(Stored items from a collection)
= = = = = = =

def _prepare(tmp_path: Path, n_vars: int):
    """A store with one batch, three batch files to append together, and the old and new logs."""
    st = VintageStore.init(tmp_path / "store")
    st.append(_releases(n_vars, "a", 1), source="first")
    paths = []
    for k, df in enumerate([_releases(n_vars, "b", 2), _releases(n_vars, "a", 3, lag=20),
                            _releases(n_vars, "c", 4)], start=1):
        paths.append(tmp_path / f"b{k}.parquet")
        df.to_parquet(paths[-1])
    old = st.read_log()
    twin = VintageStore(shutil.copytree(st.path, tmp_path / "twin"))
    t0 = time.perf_counter()
    twin.append_many([(pd.read_parquet(p), None, f"crash-test-{k}") for k, p in enumerate(paths, start=1)])
    return st, paths, old, twin.read_log(), time.perf_counter() - t0


def _state(st: VintageStore, old: pd.DataFrame, new: pd.DataFrame) -> str:
    """'old' or 'new' if the store's log equals one of them exactly (and verifies); fails otherwise."""
    st = VintageStore(st.path)
    assert st.verify() == []
    log = st.read_log()
    for name, ref in (("old", old), ("new", new)):
        if len(log) == len(ref) and log.equals(ref):
            return name
    raise AssertionError(f"log has {len(log)} rows, neither the old ({len(old)}) nor the new ({len(new)}) state")


@pytest.mark.parametrize("point,expected,orphans", [("before-batch", "old", 0), ("between-batches", "old", 1),
                                                    ("before-manifest", "old", 3), ("after-manifest", "new", 0)])
def test_sigkill_around_the_multi_batch_commit(tmp_path, point, expected, orphans):
    """SIGKILL at each point of a three-batch append leaves exactly the old or the new state; cleanup then
    removes the unlisted files and a retry completes the append."""
    st, paths, old, new, _ = _prepare(tmp_path, 2)
    proc = subprocess.run([sys.executable, str(HELPER), "append_many", str(st.path), point, *map(str, paths)],
                          cwd=ROOT, capture_output=True, text=True, timeout=120)
    assert proc.returncode == -signal.SIGKILL, proc.stderr
    assert _state(st, old, new) == expected
    assert len([o for o in st.orphans() if not o.startswith(".tmp-") and "/.tmp-" not in o]) == orphans
    st.cleanup(apply=True)
    assert st.orphans() == [] and _state(st, old, new) == expected
    VintageStore(st.path).append_many([(pd.read_parquet(p), None, f"crash-test-{k}")
                                       for k, p in enumerate(paths, start=1)])
    assert _state(st, old, new) == "new"


@pytest.mark.slow
def test_sigkill_at_random_times_of_a_multi_batch_append(tmp_path):
    """Killing a large three-batch append at random moments (fixed seed) never leaves a half-written state."""
    st, paths, old, new, seconds = _prepare(tmp_path, 40)
    rng = np.random.default_rng(20240602)
    outcomes = []
    for delay in rng.uniform(0.0, 1.3 * seconds, size=3):
        proc = subprocess.Popen([sys.executable, str(HELPER), "append_many", str(st.path), "none", *map(str, paths)],
                                cwd=ROOT, stdout=subprocess.PIPE, stderr=subprocess.PIPE, text=True)
        assert proc.stdout.readline().strip() == "ready"
        time.sleep(delay)
        proc.send_signal(signal.SIGKILL)
        proc.wait(timeout=120)
        outcomes.append(_state(st, old, new))
        if outcomes[-1] == "new":  # start the next round from the old state again
            shutil.rmtree(st.path)
            st = VintageStore.init(tmp_path / "store")
            st.append(_releases(40, "a", 1), source="first")
            assert _state(st, old, new) == "old"
        else:
            st.cleanup(apply=True)
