def _gibbs_loop(yt, x, xt, xx, b0, inv_v0, a_prior_var, vol_sse0, h1_mean, h1_var, coefs, u, a,
                h, phi, z_lin, unif, z_vol, chi, slot, mix_means, mix_logw, mix_vars,
                logsq_offset, keep_coefs, keep_a, keep_h,
                keep_phi):  # compiled by numba when available
    """Gibbs iterations, blocks 1-5 as in :func:`_gibbs_reference`, from pre-drawn random numbers.

    The state ``coefs, u, a, h, phi`` is updated in place; iteration ``it`` uses ``z_lin[it]``
    (``n k`` coefficient normals, then ``1 + ... + (n - 1)`` impact normals), ``unif[it]``,
    ``z_vol[it]`` (equation major) and ``chi[it]``, and is stored in the ``keep_*`` arrays at
    ``slot[it]`` unless that is negative. Returns ``(0, 0)``, or ``(block, it)`` at the first
    posterior precision that is not positive definite (block 1: coefficients, 2: impacts).
    """
    t, n = yt.shape
    k = x.shape[1]
    nk = n * k
    inv_lam = np.empty((t, n))
    chol = np.empty((k, k))
    g = np.empty(k)
    e = np.empty((t, n))
    w_t = np.empty((n, t))
    xb = np.empty(t)
    v = np.empty(t)
    uu = np.empty((t, n * (n + 1) // 2))
    dev = np.empty(t * n)
    ystar = np.empty((t, n))
    mix_mean = np.empty((t, n))
    mix_prec = np.empty((t, n))
    ld = np.empty((t, n))
    ls = np.empty((t, n))
    tv = np.empty((t, n))
    for it in range(z_lin.shape[0]):
        for s in range(t):
            for j in range(n):
                inv_lam[s, j] = np.exp(-h[s, j])
        # 1.-2. coefficients equation by equation, then the free elements of A row by row
        if not _coef_sweep_loop(yt, x, xt, xx, b0, inv_v0, coefs, u, a, inv_lam, z_lin[it, :nk],
                                chol, g, e, w_t, xb, v):
            return 1, it
        if not _impact_rows_loop(u, a, inv_lam, a_prior_var, z_lin[it, nk:], chol, g, uu, w_t):
            return 2, it
        # 3. mixture indicators given e = A u
        for s in range(t):
            for j in range(n):
                acc = 0.0
                for m in range(j + 1):
                    acc += u[s, m] * a[j, m]
                ys = np.log(acc * acc + logsq_offset)
                ystar[s, j] = ys
                dev[s * n + j] = ys - h[s, j]
        comp = _indicators_loop(dev, unif[it], mix_means, mix_logw, mix_vars)
        for s in range(t):
            for j in range(n):
                mix_mean[s, j] = mix_means[comp[s * n + j]]
                mix_prec[s, j] = 1.0 / mix_vars[comp[s * n + j]]
        # 4. log-volatility paths
        _volatility_loop(ystar, mix_mean, mix_prec, phi, h1_mean, h1_var, z_vol[it], h, ld, ls, tv)
        # 5. log-volatility innovation variances (scaled inverse chi-square)
        for j in range(n):
            sse = 0.0
            for s in range(t - 1):
                dh = h[s + 1, j] - h[s, j]
                sse += dh * dh
            phi[j] = (vol_sse0 + sse) / chi[it, j]
        kept = slot[it]
        if kept >= 0:  # element loops: array-to-slice assignment is slow to compile
            for j in range(n):
                keep_phi[kept, j] = phi[j]
                for q in range(k):
                    keep_coefs[kept, q, j] = coefs[q, j]
                for q in range(n):
                    keep_a[kept, j, q] = a[j, q]
                for s in range(t):
                    keep_h[kept, s, j] = h[s, j]
    return 0, 0
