@dataclass
class Verdicts:
    """The decision table and the tables its claims come from.

    Attributes
    ----------
    table : DataFrame
        One row per candidate × variable × band: ``model, variable, band, horizons, ratio,
        statistic, pvalue, n, test_note, in_best_set, mcs_pvalue, calibration, calibration_p,
        beats_every_truth, leader_stable, change, verdict, reasons`` (typed: floats, booleans,
        None where a check did not run).
    claims : dict
        ``{(model, variable, band): tuple of Claim}``.
    band_tests, band_sets : DataFrame
        The band-level pairwise tests and model-confidence-set memberships (every model).
    leaders : DataFrame
        Per variable × band × truth, the model with the lowest band ratio.
    benchmark, truth, score, alpha : str, str, str, float
    notes : list of str
        The rules, in words, for the page's footnote.
    """

    table: pd.DataFrame
    claims: dict
    band_tests: pd.DataFrame
    band_sets: pd.DataFrame
    leaders: pd.DataFrame
    benchmark: str
    truth: str
    score: str
    alpha: float
    notes: list[str]

    def row(self, model: str, variable: str, band: str) -> pd.Series:
        t = self.table
        return t[(t["model"] == model) & (t["variable"] == variable) & (t["band"] == band)].iloc[0]


def _cell_lookup(table: pd.DataFrame, score: str, subperiod: str) -> dict:
    """``{(variable, model, horizon): (mean score, n)}`` of the cell table's ``subperiod`` rows."""
    t = table[table["subperiod"] == subperiod]
    return {(str(v), str(m), int(h)): (float(s), float(n)) for v, m, h, s, n in
            zip(t["variable"], t["model"], t["horizon"], t[score], t["n"], strict=True)}


def _band_ratio(cells: dict, model: str, bench: str, variable: str, band: Band) -> tuple[float, int]:
    """Forecast-weighted band means of the score (model ÷ benchmark) from :func:`_cell_lookup`, and n."""
    hs = [h for h in band.horizons if (variable, model, h) in cells and (variable, bench, h) in cells]
    if not hs:
        return math.nan, 0
    n = np.array([cells[(variable, model, h)][1] for h in hs])
    num = float(np.nansum(n * np.array([cells[(variable, model, h)][0] for h in hs])))
    den = float(np.nansum(n * np.array([cells[(variable, bench, h)][0] for h in hs])))
    return (num / den if den > 0 else math.nan), int(n.sum())


def _in_subperiod(fc: pd.DataFrame, subperiod: str) -> pd.DataFrame:
    """The forecasts whose target period lies in ``subperiod``."""
    return fc[fc["subperiods"].map(lambda s: subperiod in s).to_numpy(dtype=bool)]


def _band_losses(fc: pd.DataFrame, variable: str, band: Band, score: str) -> pd.DataFrame:
    """Per origin × model, the mean loss over the band's horizons (origins where every model has them all).

    ``fc``: the forecasts of one sub-period (:func:`_in_subperiod`)."""
    g = fc[(fc["variable"] == variable) & fc["horizon"].isin(band.horizons)]
    if not len(g):
        return pd.DataFrame()
    g = g.drop_duplicates(["origin", "model", "horizon"])
    wide = g.set_index(["origin", "model", "horizon"])[score].unstack(["model", "horizon"]).sort_index()
    models = list(pd.unique(g["model"]))
    cols = pd.MultiIndex.from_product([models, list(band.horizons)], names=["model", "horizon"])
    wide = wide.reindex(columns=cols).dropna()
    return wide.T.groupby(level="model", sort=False).mean().T.reindex(columns=models)


def _band_tests(ev, bands: Sequence[Band], score: str, subperiod: str, seed: int,
                settings: Mapping[str, Any]) -> tuple[pd.DataFrame, pd.DataFrame]:
    from harness.compare.registry import cell_seed, comparison_tests, screen
    from harness.evaluation.cells import dependence_steps

    pair = comparison_tests("pairwise")[0]
    pset = comparison_tests("set")
    pparams = pair.settings(settings.get(pair.name))
    rows, sets = [], []
    fc_sub = _in_subperiod(ev.forecasts, subperiod)
    for var in pd.unique(ev.forecasts["variable"]):
        for band in bands:
            wide = _band_losses(fc_sub, var, band, score)
            if wide.empty or ev.benchmark not in wide.columns:
                continue
            tp = ev.forecasts[(ev.forecasts["variable"] == var) & (ev.forecasts["horizon"] == band.max_h)]
            steps = dependence_steps(band.max_h, tp.drop_duplicates("origin")["target_period"].to_numpy())
            for m in wide.columns:
                if m == ev.benchmark:
                    continue
                a, b = wide[m].to_numpy(), wide[ev.benchmark].to_numpy()
                res = screen(pair, len(a), steps, pparams)
                if res is None:
                    s = cell_seed(seed, pair.name, (var, band.label, m, score)) if pair.seeded else 0
                    res = pair.run(a, b, h=steps, seed=s, params=pparams)
                rows.append(dict(model=m, variable=var, band=band.label, test=pair.name, n=res.n,
                                 statistic=res.statistic, pvalue=res.pvalue, note=res.note,
                                 mean_diff=float(np.mean(a - b)) if len(a) else math.nan,
                                 usable=res.usable))
            for st in pset:
                params = st.settings(settings.get(st.name))
                if wide.shape[1] < 2 or screen(st, wide.shape[0], steps, params) is not None:
                    continue
                s = cell_seed(seed, st.name, (var, band.label, score))
                labels = list(wide.columns)
                for m, r in zip(labels, st.run(wide, labels, h=steps, seed=s, params=params), strict=True):
                    sets.append(dict(model=m, variable=var, band=band.label, in_set=bool(r.extra.get("in_set")),
                                     pvalue=r.pvalue, n=r.n, alpha=r.extra.get("alpha", math.nan)))
    cols = ["model", "variable", "band", "test", "n", "statistic", "pvalue", "note", "mean_diff", "usable"]
    return (pd.DataFrame(rows, columns=cols),
            pd.DataFrame(sets, columns=["model", "variable", "band", "in_set", "pvalue", "n", "alpha"]))


def _cached_band_tests(ev, bands: Sequence[Band], score: str, subperiod: str, seed: int,
                       settings: Mapping[str, Any]) -> tuple[pd.DataFrame, pd.DataFrame]:
    """:func:`_band_tests`, kept in the evaluation cache beside a cached evaluation (the tests and
    bootstraps cost more than everything else a rerun of ``score`` does)."""
    from harness.evaluation import cache as ecache

    key = getattr(ev, "cache_key", "") or ""
    name = "bands-" + ecache.stage_key(bands=[(b.label, list(b.horizons)) for b in bands], score=score,
                                       subperiod=subperiod, seed=seed, settings=dict(settings)) if key else ""
    if key:
        hit = ecache.load_extra(ev.run_dir, key, name, ("tests", "sets"))
        if hit is not None:
            return hit["tests"], hit["sets"]
    tests, sets = _band_tests(ev, bands, score, subperiod, seed, settings)
    if key:
        try:
            ecache.store_extra(ev.run_dir, key, name, {"tests": tests, "sets": sets})
        except OSError:  # a read-only run directory: the verdicts are still returned
            pass
    return tests, sets


def _pit_columns(cal: pd.DataFrame) -> list[str]:
    return [c for c in cal.columns if c.endswith("_p") and not c.startswith("cover_") and c != "rs_cvm_p"]
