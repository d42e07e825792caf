"""Point-forecast errors of ensembles: squared and absolute errors of the mean and the median."""

from __future__ import annotations

import numpy as np

from harness.scores.kernels import (
    _check,
    _mean_from_sorted,
    _quantiles_from_sorted,
    _row_chunks,
    _sort_rows,
)


def point_errors(obs, draws) -> dict[str, np.ndarray]:
    """Squared and absolute errors of the ensemble mean and median (numpy's linear median).

    Parameters
    ----------
    obs : ndarray, shape (n,)
    draws : ndarray, shape (n, m)

    Returns
    -------
    dict with keys ``se_mean``, ``ae_mean``, ``se_median``, ``ae_median``; arrays of shape (n,).
    """
    y, x = _check(obs, draws, "point_errors")
    out = {key: np.empty(y.shape[0]) for key in ("se_mean", "ae_mean", "se_median", "ae_median")}
    for sl in _row_chunks(*x.shape):
        s, k, full = _sort_rows(x[sl])
        e_mean = _mean_from_sorted(s, k, full) - y[sl]
        e_med = _quantiles_from_sorted(s, k, np.array([0.5]), "linear")[:, 0] - y[sl]
        out["se_mean"][sl], out["ae_mean"][sl] = e_mean**2, np.abs(e_mean)
        out["se_median"][sl], out["ae_median"][sl] = e_med**2, np.abs(e_med)
    return out
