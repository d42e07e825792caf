"""Every registered score in one pass over the draws: each chunk of rows is sorted once and reused.

:func:`score_all` asks the registry (:mod:`harness.scores.registry`) which columns to compute and
which quantile levels they need, computes those quantiles once per chunk, and hands a
:class:`Chunk` to each declaration's ``compute``. The public rules (:func:`crps_sorted`,
:func:`quantile_score`, :func:`log_score`, …) are the readable references the tests bind this
pass to.
"""

from __future__ import annotations

from concurrent.futures import ThreadPoolExecutor
from dataclasses import dataclass, field

import numpy as np

from harness.scores.kernels import (
    DEFAULT_COVERAGE_LEVELS,
    DEFAULT_DENSITY_FLOOR,
    DEFAULT_QUANTILE_LEVELS,
    QuantileMethod,
    _check,
    _check_levels,
    _check_method,
    _mean_from_sorted,
    _pinball,
    _quantiles_from_sorted,
    _row_chunks,
    _sort_rows,
)
from harness.scores.registry import DEFAULT_INTERVAL_LEVELS, ScoreConfig, columns, scores

__all__ = ["Chunk", "score_all"]


@dataclass
class Chunk:
    """Sorted rows of one chunk and the quantities several scores share (computed once)."""

    s: np.ndarray  # (rows, m) sorted, NaN last
    k: np.ndarray  # (rows,) non-NaN counts
    full: bool  # no NaN in the chunk
    y: np.ndarray  # (rows,) observations
    levels: np.ndarray  # all quantile levels needed, sorted unique
    q: np.ndarray  # (rows, len(levels)) quantiles (the config's method)
    _cache: dict = field(default_factory=dict)

    def quantiles(self, levels) -> np.ndarray:
        """Quantiles at ``levels`` (each must be among :attr:`levels`)."""
        idx = np.searchsorted(self.levels, np.asarray(levels, dtype=np.float64))
        return self.q[:, idx]

    def pinball(self, levels) -> np.ndarray:
        """Quantile scores ``(rows, len(levels))`` at ``levels``."""
        lev = np.asarray(levels, dtype=np.float64)
        key = ("pinball", lev.tobytes())
        if key not in self._cache:
            self._cache[key] = _pinball(self.y, self.quantiles(lev), lev)
        return self._cache[key]

    @property
    def mean(self) -> np.ndarray:
        if "mean" not in self._cache:
            self._cache["mean"] = _mean_from_sorted(self.s, self.k, self.full)
        return self._cache["mean"]

    @property
    def median(self) -> np.ndarray:
        """numpy's linear median, whatever the config's quantile method."""
        if "median" not in self._cache:
            self._cache["median"] = _quantiles_from_sorted(self.s, self.k, np.array([0.5]), "linear")[:, 0]
        return self._cache["median"]


def score_all(obs, draws, *, quantile_levels=DEFAULT_QUANTILE_LEVELS,
              coverage_levels=DEFAULT_COVERAGE_LEVELS, interval_levels=DEFAULT_INTERVAL_LEVELS,
              n_levels: int = 99, method: QuantileMethod = "linear",
              density_floor: float = DEFAULT_DENSITY_FLOOR, chunk_rows: int | None = None,
              n_threads: int = 1) -> dict[str, np.ndarray]:
    """Every registered per-forecast score in one pass.

    The columns are those of :func:`harness.scores.registry.columns` under the levels given:
    ``crps``, ``crps_centre``, ``crps_tails``, ``crps_left``, ``crps_right`` (quantile-weighted),
    ``log_score``, ``se_mean``, ``ae_mean``, ``se_median``, ``ae_median``, ``qs_NN`` per
    quantile level, ``cover_NN`` per coverage level, ``interval_NN`` per interval level, ``pit``.

    Memory is bounded by the chunk: a handful of ``(chunk_rows, m)`` float64 temporaries
    (about 64 MB each by default), plus the input itself.

    Parameters
    ----------
    obs : ndarray, shape (n,)
    draws : ndarray, shape (n, m), float32 or float64
    quantile_levels, coverage_levels, interval_levels : sequence of float
        Levels of the families (whole percentages).
    n_levels : int
        Midpoint nodes of the quantile-weighted CRPS integrals.
    method : {"inverted_cdf", "linear"}
        Quantile estimator of the quantile scores, weighted CRPS, intervals and coverage.
    density_floor : float
        Floor of the kernel density in the log score.
    chunk_rows : int, optional
        Rows per chunk (default: about 64 MB of float64 per temporary).
    n_threads : int
        Threads over chunks (numpy releases the GIL in sorts and ufuncs). Keep 1 inside
        process-parallel workers.

    Returns
    -------
    dict[str, ndarray]
        Each of shape (n,), in registry order.

    Examples
    --------
    >>> rng = np.random.default_rng(0)
    >>> out = score_all(rng.normal(size=3), rng.normal(size=(3, 500)))
    >>> sorted(out)[:4], out["crps"].shape
    (['ae_mean', 'ae_median', 'cover_50', 'cover_70'], (3,))
    """
    _check_method(method, "score_all")
    y, x = _check(obs, draws, "score_all")
    for name, lv in (("quantile_levels", quantile_levels), ("coverage_levels", coverage_levels),
                     ("interval_levels", interval_levels)):
        _check_levels(lv, "score_all", name)
    if not density_floor > 0:
        raise ValueError(f"score_all: density_floor must be positive; got {density_floor!r}")
    if int(n_levels) != n_levels or n_levels < 1:
        raise ValueError(f"score_all: n_levels must be a positive integer; got {n_levels!r}")
    if int(n_threads) != n_threads or n_threads < 1:
        raise ValueError(f"score_all: n_threads must be a positive integer; got {n_threads!r}")
    cfg = ScoreConfig(tuple(float(a) for a in quantile_levels), tuple(float(a) for a in coverage_levels),
                      tuple(float(a) for a in interval_levels), int(n_levels), method, float(density_floor))
    cols = columns(cfg)  # validates the level names
    decls = [s for s in scores() if s.compute is not None]
    levels = np.unique(np.concatenate([s.needs(cfg) for s in decls] + [np.zeros(0)]))
    n = y.shape[0]
    out = {c.name: np.empty(n) for c in cols}

    def work(sl: slice) -> None:
        s, k, full = _sort_rows(x[sl])
        q = _quantiles_from_sorted(s, k, levels, method) if levels.size else np.zeros((len(k), 0))
        ch = Chunk(s, k, full, y[sl], levels, q)
        for d in decls:
            for name, v in d.compute(ch, cfg).items():
                out[name][sl] = v

    chunks = _row_chunks(n, x.shape[1], chunk_rows)
    if n_threads == 1 or len(chunks) == 1:
        for sl in chunks:
            work(sl)
    else:
        with ThreadPoolExecutor(max_workers=int(n_threads)) as pool:
            list(pool.map(work, chunks))
    return out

= = = = = = =

### Directions for this task
All lines from the start of the entries through the line where "t0 = time.perf_counter()" sits should be duplicated exactly, with nothing else in the output.

### Task answer
def _prepare(tmp_path: Path, n_vars: int):
    """A store with one batch, three batch files to append together, and the old and new logs."""
    st = VintageStore.init(tmp_path / "store")
    st.append(_releases(n_vars, "a", 1), source="first")
    paths = []
    for k, df in enumerate([_releases(n_vars, "b", 2), _releases(n_vars, "a", 3, lag=20),
                            _releases(n_vars, "c", 4)], start=1):
        paths.append(tmp_path / f"b{k}.parquet")
        df.to_parquet(paths[-1])
    old = st.read_log()
    twin = VintageStore(shutil.copytree(st.path, tmp_path / "twin"))
    t0 = time.perf_counter()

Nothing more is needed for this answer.